> [Assignment]:
Scan the listing beneath this sentence. Report each line with the word "coordinates".
====== Available records
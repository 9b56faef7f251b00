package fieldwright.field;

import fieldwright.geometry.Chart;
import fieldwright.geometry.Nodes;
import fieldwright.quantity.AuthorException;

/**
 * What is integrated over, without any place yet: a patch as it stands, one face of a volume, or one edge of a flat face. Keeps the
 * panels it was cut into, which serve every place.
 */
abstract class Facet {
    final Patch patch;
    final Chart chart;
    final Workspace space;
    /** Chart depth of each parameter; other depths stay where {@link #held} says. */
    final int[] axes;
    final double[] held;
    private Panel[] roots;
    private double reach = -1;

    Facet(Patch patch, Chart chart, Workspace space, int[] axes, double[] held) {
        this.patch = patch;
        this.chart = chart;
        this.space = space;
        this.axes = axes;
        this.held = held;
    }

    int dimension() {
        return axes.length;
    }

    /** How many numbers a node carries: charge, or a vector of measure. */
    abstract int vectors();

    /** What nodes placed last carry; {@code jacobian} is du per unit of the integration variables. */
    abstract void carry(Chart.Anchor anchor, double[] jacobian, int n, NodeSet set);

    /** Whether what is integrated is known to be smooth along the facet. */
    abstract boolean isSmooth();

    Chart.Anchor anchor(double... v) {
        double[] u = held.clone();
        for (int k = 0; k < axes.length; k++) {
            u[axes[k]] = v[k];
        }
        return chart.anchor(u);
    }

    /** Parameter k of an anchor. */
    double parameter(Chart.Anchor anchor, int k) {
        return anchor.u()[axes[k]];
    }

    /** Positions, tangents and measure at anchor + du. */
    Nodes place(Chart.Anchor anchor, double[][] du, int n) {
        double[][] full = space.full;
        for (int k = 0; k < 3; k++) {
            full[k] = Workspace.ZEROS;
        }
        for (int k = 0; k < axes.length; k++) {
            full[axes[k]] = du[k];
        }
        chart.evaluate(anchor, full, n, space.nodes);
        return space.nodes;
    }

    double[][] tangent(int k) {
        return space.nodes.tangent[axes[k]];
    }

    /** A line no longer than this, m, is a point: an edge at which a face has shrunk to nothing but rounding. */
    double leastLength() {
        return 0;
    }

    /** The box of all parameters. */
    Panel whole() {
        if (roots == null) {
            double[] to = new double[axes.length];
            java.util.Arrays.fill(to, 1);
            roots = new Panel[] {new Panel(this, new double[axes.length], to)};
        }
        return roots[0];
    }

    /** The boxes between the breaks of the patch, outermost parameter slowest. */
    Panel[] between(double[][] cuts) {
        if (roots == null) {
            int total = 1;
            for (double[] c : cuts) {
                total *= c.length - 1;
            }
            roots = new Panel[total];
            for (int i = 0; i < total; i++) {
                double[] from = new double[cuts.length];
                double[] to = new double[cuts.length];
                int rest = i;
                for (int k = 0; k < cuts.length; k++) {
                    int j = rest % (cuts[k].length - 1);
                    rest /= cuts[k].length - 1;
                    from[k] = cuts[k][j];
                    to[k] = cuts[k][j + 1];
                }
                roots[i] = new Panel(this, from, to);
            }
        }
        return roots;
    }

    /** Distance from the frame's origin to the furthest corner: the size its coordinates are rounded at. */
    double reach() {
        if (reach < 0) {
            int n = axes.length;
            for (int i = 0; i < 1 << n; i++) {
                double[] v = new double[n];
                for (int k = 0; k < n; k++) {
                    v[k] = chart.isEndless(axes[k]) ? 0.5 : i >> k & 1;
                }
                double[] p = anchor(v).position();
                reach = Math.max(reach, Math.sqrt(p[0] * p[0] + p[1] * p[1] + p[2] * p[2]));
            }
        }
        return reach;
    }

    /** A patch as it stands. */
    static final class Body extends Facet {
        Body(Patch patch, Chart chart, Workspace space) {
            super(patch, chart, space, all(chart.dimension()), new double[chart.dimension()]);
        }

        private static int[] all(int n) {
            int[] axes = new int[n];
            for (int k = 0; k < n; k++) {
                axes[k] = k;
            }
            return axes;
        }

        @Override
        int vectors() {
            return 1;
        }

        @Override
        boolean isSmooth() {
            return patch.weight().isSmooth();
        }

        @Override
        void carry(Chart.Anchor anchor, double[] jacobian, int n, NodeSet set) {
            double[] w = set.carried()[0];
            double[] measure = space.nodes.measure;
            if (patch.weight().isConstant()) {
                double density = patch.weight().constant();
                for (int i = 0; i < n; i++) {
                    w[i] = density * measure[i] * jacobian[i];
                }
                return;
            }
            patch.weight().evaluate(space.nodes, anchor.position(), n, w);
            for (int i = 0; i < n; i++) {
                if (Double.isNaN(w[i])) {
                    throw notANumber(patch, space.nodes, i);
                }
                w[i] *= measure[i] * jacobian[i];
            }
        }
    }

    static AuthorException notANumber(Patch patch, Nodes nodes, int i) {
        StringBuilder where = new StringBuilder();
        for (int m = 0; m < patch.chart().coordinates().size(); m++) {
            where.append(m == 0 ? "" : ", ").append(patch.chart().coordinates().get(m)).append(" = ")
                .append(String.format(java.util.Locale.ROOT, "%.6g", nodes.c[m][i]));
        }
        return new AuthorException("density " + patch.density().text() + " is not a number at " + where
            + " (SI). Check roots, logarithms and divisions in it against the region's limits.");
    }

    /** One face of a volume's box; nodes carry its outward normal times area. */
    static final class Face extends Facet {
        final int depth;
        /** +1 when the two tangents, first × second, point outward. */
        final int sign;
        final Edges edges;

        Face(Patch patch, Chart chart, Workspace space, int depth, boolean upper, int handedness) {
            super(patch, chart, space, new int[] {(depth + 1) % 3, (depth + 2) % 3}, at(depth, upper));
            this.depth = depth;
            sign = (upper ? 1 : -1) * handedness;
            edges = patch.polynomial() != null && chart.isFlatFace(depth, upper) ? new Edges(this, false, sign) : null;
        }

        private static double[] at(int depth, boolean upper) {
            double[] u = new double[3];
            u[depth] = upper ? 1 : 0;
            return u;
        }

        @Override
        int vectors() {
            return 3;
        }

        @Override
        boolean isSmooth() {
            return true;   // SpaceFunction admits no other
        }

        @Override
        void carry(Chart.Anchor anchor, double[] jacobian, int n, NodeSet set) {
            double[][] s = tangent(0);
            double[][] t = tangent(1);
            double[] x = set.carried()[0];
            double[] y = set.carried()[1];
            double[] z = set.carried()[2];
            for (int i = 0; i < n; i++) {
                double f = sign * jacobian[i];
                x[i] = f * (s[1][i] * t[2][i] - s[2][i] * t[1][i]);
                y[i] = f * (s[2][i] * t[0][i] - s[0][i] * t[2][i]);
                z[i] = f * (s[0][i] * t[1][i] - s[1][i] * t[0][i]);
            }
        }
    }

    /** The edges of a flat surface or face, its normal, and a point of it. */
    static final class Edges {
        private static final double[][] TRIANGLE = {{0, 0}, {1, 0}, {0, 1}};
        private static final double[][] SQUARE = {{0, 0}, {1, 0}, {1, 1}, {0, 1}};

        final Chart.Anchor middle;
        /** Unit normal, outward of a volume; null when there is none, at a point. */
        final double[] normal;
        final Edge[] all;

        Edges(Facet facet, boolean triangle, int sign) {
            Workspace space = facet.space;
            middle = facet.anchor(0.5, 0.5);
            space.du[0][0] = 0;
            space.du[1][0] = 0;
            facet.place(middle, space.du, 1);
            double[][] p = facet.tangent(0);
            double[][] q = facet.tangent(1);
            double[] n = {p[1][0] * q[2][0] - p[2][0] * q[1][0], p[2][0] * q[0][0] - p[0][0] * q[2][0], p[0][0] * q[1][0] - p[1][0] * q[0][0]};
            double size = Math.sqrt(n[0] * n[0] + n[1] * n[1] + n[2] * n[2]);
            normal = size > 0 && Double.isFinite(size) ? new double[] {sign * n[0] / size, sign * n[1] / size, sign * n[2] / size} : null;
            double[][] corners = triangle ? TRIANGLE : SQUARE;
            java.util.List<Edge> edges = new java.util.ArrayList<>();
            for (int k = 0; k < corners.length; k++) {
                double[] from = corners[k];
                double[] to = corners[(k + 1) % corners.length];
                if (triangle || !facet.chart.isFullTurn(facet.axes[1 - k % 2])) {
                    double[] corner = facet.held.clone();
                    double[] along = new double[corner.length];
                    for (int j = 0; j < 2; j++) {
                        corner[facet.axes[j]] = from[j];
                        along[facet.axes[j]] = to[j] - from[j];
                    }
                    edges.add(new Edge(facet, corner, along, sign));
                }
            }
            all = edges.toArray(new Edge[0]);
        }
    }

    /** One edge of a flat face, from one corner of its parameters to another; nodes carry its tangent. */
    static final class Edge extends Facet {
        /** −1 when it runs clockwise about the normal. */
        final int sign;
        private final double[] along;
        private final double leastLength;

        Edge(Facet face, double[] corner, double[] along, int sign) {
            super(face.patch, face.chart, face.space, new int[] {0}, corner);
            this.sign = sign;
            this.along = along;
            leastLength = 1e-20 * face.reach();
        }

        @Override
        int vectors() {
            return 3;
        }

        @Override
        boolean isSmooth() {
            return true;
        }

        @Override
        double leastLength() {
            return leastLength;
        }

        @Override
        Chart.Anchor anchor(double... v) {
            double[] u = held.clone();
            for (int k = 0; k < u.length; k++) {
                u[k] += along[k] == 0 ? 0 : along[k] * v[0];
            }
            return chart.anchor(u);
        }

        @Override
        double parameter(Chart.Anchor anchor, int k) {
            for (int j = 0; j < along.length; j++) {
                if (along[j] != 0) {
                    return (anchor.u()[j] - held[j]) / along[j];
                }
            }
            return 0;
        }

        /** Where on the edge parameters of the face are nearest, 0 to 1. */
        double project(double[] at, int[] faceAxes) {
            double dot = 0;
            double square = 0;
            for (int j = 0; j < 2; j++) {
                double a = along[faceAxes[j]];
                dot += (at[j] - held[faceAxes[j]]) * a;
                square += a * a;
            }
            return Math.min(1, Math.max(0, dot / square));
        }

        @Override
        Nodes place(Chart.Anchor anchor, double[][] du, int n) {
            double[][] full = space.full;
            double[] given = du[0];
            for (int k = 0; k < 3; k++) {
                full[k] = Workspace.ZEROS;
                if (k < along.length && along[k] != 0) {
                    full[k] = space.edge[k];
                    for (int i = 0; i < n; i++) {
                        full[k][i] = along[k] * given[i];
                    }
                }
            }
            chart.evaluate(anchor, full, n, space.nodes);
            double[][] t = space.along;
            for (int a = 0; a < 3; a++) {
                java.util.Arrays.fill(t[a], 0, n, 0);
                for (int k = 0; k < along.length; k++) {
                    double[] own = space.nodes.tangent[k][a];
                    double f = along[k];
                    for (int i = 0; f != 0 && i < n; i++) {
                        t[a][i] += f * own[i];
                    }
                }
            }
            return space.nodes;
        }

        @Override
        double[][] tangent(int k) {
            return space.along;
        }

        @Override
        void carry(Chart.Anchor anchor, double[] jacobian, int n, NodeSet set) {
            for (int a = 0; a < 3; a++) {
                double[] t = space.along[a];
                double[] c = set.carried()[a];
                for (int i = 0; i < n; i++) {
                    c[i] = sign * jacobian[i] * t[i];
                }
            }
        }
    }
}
============
> [Your solution]:
    /** Distance from the frame's origin to the furthest corner: the size its coordinates are rounded at. */
        for (int m = 0; m < patch.chart().coordinates().size(); m++) {
            where.append(m == 0 ? "" : ", ").append(patch.chart().coordinates().get(m)).append(" = ")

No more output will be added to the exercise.